# Problem
Please find all lines in the data that hold the string "interface" and copy them.
┌─ Source records
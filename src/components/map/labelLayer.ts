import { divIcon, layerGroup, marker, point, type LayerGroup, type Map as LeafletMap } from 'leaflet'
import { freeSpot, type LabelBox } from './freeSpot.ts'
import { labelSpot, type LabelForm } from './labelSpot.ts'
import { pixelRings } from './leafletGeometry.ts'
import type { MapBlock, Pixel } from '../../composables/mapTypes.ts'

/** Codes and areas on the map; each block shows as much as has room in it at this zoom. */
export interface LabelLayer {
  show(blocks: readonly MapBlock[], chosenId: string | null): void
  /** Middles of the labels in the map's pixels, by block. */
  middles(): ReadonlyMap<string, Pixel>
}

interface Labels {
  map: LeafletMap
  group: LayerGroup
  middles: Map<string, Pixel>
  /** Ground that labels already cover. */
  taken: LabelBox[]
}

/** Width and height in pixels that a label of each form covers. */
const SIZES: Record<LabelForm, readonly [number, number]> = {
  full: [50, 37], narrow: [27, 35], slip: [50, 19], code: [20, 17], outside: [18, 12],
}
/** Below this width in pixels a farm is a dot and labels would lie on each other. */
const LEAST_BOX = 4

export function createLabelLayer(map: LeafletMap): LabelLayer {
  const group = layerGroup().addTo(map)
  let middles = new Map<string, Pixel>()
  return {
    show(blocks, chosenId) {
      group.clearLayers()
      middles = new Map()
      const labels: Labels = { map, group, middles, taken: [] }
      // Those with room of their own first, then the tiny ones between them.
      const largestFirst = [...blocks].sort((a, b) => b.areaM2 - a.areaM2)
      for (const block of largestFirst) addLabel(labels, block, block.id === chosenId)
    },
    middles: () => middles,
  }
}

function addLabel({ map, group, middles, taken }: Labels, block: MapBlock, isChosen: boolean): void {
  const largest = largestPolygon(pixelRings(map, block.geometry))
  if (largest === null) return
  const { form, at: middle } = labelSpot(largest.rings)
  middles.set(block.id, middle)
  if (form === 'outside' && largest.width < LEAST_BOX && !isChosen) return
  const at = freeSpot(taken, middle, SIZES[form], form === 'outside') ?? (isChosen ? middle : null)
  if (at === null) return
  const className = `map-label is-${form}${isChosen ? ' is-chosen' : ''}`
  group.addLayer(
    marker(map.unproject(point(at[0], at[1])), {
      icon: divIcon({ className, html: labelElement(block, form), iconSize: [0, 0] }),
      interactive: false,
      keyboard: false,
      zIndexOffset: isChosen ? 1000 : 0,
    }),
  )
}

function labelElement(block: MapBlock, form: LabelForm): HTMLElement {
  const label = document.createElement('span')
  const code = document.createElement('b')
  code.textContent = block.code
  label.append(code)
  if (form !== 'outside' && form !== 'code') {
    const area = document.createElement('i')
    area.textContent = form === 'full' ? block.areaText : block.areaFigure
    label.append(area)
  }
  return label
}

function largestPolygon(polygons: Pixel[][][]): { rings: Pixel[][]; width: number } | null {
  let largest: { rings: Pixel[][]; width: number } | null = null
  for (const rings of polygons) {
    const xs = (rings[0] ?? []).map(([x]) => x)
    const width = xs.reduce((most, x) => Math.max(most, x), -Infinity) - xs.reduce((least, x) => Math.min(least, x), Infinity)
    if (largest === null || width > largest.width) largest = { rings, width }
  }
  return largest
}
└─
┌─ Source records
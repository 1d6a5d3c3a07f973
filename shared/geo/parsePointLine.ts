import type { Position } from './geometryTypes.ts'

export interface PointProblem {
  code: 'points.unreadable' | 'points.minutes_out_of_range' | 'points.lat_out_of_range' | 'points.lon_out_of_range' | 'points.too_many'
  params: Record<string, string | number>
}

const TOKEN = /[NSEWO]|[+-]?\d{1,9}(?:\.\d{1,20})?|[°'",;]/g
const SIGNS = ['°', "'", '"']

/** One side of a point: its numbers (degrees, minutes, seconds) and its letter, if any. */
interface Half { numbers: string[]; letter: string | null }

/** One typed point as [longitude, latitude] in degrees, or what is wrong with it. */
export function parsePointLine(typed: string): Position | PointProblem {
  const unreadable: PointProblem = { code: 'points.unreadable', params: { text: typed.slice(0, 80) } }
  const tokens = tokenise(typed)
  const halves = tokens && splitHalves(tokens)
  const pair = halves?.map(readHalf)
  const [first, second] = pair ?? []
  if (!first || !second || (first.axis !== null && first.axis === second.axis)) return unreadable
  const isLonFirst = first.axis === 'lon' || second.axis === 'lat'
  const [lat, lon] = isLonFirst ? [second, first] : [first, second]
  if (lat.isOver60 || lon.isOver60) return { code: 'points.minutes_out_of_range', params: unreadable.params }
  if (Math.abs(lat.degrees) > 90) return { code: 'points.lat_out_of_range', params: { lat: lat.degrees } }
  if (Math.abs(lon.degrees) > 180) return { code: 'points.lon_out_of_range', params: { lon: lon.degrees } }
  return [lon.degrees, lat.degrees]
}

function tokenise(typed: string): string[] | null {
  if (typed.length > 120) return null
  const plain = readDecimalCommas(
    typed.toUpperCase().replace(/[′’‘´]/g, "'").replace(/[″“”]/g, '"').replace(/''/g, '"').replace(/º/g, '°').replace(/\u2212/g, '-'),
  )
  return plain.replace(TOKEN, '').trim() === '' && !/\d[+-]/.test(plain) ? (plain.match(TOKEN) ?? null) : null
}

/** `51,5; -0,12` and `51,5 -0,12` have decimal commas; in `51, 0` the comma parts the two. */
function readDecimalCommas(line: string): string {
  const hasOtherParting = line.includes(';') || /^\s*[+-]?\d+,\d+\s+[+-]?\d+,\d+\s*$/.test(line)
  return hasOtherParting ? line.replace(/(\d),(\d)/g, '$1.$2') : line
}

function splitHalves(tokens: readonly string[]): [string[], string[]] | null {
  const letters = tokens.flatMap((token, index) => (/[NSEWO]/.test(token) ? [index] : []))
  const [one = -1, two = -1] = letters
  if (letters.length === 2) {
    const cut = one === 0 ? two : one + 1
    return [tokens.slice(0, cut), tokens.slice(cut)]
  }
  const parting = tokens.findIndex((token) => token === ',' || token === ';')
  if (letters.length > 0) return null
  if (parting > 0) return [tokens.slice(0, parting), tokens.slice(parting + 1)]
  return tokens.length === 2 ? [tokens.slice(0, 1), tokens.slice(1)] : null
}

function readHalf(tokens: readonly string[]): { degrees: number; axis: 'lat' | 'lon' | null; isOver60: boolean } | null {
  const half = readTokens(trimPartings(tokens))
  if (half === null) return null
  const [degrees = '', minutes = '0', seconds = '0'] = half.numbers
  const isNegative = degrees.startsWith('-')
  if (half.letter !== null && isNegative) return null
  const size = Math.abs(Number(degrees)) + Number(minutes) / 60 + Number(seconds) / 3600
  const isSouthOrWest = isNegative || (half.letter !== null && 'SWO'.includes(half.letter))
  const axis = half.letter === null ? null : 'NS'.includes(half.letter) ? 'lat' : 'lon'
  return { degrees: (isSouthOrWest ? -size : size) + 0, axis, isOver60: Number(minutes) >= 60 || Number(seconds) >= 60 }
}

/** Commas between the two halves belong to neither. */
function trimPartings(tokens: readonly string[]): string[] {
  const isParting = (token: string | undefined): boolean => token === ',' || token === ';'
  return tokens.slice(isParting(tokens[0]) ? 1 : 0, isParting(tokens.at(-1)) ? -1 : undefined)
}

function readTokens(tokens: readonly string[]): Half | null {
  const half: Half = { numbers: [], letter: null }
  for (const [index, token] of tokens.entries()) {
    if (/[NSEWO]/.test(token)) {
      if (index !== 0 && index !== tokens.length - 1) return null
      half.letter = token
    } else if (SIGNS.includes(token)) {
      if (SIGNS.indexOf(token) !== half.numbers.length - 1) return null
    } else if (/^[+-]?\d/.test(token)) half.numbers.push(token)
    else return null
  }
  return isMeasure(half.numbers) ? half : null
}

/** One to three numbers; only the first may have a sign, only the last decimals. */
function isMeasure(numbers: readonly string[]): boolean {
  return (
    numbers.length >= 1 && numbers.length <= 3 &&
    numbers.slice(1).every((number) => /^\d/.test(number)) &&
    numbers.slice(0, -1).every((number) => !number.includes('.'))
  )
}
└─
# Answer to the exercise
export interface LabelLayer {
interface Labels {
export interface PointProblem {
interface Half { numbers: string[]; letter: string | null }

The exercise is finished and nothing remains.